## TASK PROMPT:
When you reach the line containing "s, dimensionles\ncoordinate x\nkinetic" in the records below, start copying exactly, and stop once you have copied the line containing "mass1\nkinetic mas1 x'^2\ncoordinate".

Source data
---

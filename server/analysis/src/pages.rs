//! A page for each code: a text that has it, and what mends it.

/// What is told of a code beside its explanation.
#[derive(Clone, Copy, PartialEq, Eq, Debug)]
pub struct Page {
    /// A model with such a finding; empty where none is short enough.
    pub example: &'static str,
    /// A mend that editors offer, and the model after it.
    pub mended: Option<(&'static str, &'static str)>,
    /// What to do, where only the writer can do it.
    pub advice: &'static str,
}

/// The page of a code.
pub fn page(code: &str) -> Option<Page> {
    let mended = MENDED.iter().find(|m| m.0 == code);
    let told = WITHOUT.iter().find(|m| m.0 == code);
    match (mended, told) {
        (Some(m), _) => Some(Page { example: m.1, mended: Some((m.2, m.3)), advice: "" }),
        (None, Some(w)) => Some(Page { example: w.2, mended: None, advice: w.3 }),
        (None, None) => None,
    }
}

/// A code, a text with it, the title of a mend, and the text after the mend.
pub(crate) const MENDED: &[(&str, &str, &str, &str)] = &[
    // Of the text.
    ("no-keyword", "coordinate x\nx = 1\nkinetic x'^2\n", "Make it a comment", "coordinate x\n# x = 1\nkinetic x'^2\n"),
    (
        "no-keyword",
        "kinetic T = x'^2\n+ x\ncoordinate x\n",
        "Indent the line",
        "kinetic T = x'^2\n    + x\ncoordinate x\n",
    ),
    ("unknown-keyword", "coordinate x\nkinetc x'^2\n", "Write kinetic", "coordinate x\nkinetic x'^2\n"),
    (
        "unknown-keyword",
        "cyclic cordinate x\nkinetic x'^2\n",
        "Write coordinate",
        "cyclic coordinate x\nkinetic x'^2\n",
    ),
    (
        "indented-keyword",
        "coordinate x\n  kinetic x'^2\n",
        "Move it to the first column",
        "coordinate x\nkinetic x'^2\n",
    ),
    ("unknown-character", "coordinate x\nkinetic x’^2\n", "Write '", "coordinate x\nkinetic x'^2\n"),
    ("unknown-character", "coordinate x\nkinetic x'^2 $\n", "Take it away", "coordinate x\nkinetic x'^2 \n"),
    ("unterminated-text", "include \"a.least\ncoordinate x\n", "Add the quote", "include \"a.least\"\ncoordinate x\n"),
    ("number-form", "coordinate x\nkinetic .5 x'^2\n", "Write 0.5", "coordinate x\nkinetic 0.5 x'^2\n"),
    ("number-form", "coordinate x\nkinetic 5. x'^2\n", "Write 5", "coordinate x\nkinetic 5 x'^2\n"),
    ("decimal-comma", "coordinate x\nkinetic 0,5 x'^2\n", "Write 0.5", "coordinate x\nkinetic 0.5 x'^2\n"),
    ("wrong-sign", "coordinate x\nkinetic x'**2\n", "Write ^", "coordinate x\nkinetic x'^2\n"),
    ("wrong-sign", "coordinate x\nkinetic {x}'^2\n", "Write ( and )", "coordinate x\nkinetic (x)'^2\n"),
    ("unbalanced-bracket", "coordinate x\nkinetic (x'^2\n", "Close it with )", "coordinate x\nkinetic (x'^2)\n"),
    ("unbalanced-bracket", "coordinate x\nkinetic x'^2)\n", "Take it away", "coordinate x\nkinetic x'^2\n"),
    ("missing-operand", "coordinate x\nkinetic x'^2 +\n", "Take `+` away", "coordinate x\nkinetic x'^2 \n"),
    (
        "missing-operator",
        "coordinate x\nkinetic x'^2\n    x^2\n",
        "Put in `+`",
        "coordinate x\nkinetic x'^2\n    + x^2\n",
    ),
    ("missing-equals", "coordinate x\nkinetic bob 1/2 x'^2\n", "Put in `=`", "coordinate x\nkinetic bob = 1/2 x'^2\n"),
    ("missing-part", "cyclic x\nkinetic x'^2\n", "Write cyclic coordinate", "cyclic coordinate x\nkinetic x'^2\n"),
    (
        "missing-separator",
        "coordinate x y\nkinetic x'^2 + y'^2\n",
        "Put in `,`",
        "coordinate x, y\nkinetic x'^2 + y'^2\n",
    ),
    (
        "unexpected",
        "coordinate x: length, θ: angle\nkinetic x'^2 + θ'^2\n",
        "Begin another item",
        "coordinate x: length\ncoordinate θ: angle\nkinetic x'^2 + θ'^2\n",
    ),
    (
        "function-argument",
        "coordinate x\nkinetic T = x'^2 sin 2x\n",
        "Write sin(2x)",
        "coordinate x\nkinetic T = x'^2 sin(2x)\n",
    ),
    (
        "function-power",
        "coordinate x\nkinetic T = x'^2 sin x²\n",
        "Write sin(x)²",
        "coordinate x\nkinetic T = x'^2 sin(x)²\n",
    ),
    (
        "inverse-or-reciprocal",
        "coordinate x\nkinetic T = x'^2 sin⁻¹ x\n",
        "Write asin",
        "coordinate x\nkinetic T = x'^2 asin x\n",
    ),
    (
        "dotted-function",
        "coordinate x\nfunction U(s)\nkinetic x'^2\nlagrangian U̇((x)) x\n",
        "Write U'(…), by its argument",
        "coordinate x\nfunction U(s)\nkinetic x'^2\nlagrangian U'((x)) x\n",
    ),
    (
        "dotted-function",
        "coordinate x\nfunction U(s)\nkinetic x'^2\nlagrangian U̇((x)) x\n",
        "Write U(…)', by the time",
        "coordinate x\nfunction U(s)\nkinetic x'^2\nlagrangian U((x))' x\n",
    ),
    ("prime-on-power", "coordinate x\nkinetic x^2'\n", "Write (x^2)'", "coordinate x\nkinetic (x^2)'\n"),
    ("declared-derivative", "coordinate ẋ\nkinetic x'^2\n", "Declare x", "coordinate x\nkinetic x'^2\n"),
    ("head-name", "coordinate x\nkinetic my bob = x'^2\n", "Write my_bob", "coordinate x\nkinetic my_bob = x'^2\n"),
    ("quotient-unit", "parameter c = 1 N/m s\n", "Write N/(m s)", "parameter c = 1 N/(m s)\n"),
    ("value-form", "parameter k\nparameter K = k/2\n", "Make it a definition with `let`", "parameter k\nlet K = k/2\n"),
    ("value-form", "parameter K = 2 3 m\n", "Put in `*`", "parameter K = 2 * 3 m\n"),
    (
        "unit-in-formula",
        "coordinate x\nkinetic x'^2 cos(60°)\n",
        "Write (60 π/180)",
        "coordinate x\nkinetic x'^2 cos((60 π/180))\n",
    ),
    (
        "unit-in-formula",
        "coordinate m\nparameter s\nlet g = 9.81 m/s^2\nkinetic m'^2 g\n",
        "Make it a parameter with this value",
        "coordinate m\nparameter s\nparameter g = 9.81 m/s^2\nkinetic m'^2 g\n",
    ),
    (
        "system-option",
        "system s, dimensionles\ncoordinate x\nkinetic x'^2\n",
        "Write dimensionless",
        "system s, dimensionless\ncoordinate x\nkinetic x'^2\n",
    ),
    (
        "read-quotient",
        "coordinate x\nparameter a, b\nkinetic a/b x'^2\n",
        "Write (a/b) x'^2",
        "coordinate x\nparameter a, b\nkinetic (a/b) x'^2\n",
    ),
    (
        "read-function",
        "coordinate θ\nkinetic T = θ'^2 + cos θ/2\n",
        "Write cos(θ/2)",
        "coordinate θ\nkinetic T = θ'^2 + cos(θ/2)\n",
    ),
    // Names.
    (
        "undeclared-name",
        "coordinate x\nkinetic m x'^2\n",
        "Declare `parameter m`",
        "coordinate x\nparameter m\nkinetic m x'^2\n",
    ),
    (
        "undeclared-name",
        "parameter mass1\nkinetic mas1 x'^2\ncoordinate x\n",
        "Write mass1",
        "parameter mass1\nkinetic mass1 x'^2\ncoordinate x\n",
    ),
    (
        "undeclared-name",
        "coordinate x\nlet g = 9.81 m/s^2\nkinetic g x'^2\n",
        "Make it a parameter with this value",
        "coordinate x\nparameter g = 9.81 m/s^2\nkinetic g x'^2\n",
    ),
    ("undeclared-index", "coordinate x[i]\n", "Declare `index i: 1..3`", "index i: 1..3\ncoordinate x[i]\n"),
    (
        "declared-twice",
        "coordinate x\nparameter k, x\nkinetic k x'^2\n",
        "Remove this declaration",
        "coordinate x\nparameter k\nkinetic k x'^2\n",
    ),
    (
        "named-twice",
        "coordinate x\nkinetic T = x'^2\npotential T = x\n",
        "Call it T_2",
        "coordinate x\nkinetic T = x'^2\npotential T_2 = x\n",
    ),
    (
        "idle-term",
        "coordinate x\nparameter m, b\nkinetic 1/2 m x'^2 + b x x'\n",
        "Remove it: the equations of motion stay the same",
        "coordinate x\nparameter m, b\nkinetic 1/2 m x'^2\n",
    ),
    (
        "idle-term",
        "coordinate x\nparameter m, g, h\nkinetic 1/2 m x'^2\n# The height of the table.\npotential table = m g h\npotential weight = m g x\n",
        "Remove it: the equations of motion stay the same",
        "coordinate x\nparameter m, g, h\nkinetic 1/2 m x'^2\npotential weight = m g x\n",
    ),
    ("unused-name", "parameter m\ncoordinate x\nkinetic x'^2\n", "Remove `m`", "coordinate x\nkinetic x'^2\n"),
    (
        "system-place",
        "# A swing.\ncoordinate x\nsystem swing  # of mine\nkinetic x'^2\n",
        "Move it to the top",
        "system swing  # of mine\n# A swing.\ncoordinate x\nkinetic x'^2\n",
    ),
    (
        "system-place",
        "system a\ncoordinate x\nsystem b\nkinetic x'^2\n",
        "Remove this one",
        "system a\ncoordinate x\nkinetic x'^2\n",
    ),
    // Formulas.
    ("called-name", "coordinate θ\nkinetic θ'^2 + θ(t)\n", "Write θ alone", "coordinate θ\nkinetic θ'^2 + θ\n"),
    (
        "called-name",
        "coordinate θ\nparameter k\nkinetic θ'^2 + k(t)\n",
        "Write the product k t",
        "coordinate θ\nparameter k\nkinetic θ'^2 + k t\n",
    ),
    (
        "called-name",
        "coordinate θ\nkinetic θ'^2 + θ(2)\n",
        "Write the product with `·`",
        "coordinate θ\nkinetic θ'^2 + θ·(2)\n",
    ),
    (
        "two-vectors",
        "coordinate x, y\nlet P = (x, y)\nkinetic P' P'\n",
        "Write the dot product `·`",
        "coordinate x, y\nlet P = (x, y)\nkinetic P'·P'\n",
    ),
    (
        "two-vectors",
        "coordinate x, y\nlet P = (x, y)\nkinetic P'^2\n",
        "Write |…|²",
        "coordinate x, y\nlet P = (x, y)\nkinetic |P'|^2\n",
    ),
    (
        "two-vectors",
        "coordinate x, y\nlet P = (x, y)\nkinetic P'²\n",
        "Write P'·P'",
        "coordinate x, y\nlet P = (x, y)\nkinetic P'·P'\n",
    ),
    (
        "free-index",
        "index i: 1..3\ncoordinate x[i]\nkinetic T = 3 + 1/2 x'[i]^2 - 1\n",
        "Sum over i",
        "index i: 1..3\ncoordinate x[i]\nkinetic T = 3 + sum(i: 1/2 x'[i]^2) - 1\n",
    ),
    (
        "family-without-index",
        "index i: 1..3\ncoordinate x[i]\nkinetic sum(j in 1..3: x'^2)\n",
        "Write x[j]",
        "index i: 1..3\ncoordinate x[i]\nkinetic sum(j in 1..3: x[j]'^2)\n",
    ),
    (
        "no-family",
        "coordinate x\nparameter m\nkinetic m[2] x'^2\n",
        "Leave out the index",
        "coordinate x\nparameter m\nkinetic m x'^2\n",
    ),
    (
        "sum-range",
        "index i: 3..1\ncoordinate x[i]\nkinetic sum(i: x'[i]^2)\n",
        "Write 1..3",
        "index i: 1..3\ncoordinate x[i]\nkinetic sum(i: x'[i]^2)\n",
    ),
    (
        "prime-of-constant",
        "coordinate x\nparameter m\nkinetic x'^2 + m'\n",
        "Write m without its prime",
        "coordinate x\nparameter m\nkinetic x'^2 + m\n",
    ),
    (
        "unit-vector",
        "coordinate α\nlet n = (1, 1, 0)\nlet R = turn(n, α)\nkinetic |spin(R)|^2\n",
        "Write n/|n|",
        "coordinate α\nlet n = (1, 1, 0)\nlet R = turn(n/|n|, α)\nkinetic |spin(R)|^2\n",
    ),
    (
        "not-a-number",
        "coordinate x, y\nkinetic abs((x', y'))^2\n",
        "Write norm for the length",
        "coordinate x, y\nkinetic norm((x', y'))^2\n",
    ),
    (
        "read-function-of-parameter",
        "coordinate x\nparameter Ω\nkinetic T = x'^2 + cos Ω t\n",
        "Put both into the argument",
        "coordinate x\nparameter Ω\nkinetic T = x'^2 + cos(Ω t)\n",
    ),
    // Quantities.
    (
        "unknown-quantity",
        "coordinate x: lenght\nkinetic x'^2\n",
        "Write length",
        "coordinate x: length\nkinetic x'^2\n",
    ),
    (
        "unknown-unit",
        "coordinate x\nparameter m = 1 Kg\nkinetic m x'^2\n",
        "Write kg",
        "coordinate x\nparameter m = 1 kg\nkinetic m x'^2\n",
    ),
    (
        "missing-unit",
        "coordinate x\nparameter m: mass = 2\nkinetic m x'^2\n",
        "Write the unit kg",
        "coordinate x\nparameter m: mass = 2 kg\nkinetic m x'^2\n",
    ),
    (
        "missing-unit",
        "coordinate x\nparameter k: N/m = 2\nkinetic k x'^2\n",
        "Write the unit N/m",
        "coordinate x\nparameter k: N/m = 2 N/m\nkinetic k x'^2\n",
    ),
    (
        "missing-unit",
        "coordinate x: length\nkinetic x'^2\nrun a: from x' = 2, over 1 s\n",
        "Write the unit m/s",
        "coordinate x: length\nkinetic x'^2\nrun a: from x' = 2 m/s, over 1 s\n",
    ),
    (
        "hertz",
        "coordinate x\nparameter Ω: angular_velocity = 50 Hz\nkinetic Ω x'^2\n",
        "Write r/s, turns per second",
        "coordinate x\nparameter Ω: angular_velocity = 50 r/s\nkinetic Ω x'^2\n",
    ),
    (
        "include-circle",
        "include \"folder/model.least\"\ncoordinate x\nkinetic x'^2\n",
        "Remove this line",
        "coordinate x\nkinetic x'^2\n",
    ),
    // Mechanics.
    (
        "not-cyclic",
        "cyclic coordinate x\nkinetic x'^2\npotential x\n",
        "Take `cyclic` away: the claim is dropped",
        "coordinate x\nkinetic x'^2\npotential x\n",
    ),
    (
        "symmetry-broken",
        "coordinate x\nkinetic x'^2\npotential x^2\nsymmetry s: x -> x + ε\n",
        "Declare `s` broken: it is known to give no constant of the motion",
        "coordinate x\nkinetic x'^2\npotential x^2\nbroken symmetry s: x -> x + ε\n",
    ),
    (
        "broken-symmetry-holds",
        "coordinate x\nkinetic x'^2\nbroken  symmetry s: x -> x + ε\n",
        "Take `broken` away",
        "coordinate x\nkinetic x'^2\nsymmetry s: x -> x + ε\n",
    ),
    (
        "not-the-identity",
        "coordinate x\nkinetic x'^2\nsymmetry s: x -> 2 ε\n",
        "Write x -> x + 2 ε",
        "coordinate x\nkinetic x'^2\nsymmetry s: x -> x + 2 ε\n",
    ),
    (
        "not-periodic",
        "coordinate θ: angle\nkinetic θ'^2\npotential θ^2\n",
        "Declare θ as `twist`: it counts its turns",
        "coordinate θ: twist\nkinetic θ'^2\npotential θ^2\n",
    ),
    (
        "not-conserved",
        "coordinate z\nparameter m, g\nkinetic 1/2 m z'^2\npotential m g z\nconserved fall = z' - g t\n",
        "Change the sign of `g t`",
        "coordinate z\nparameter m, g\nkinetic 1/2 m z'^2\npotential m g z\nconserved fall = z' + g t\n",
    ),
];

---

## OUTPUT OF THE TASK:
        "system s, dimensionles\ncoordinate x\nkinetic x'^2\n",
        "Write dimensionless",
        "system s, dimensionless\ncoordinate x\nkinetic x'^2\n",
    ),
    (
        "read-quotient",
        "coordinate x\nparameter a, b\nkinetic a/b x'^2\n",
        "Write (a/b) x'^2",
        "coordinate x\nparameter a, b\nkinetic (a/b) x'^2\n",
    ),
    (
        "read-function",
        "coordinate θ\nkinetic T = θ'^2 + cos θ/2\n",
        "Write cos(θ/2)",
        "coordinate θ\nkinetic T = θ'^2 + cos(θ/2)\n",
    ),
    // Names.
    (
        "undeclared-name",
        "coordinate x\nkinetic m x'^2\n",
        "Declare `parameter m`",
        "coordinate x\nparameter m\nkinetic m x'^2\n",
    ),
    (
        "undeclared-name",
        "parameter mass1\nkinetic mas1 x'^2\ncoordinate x\n",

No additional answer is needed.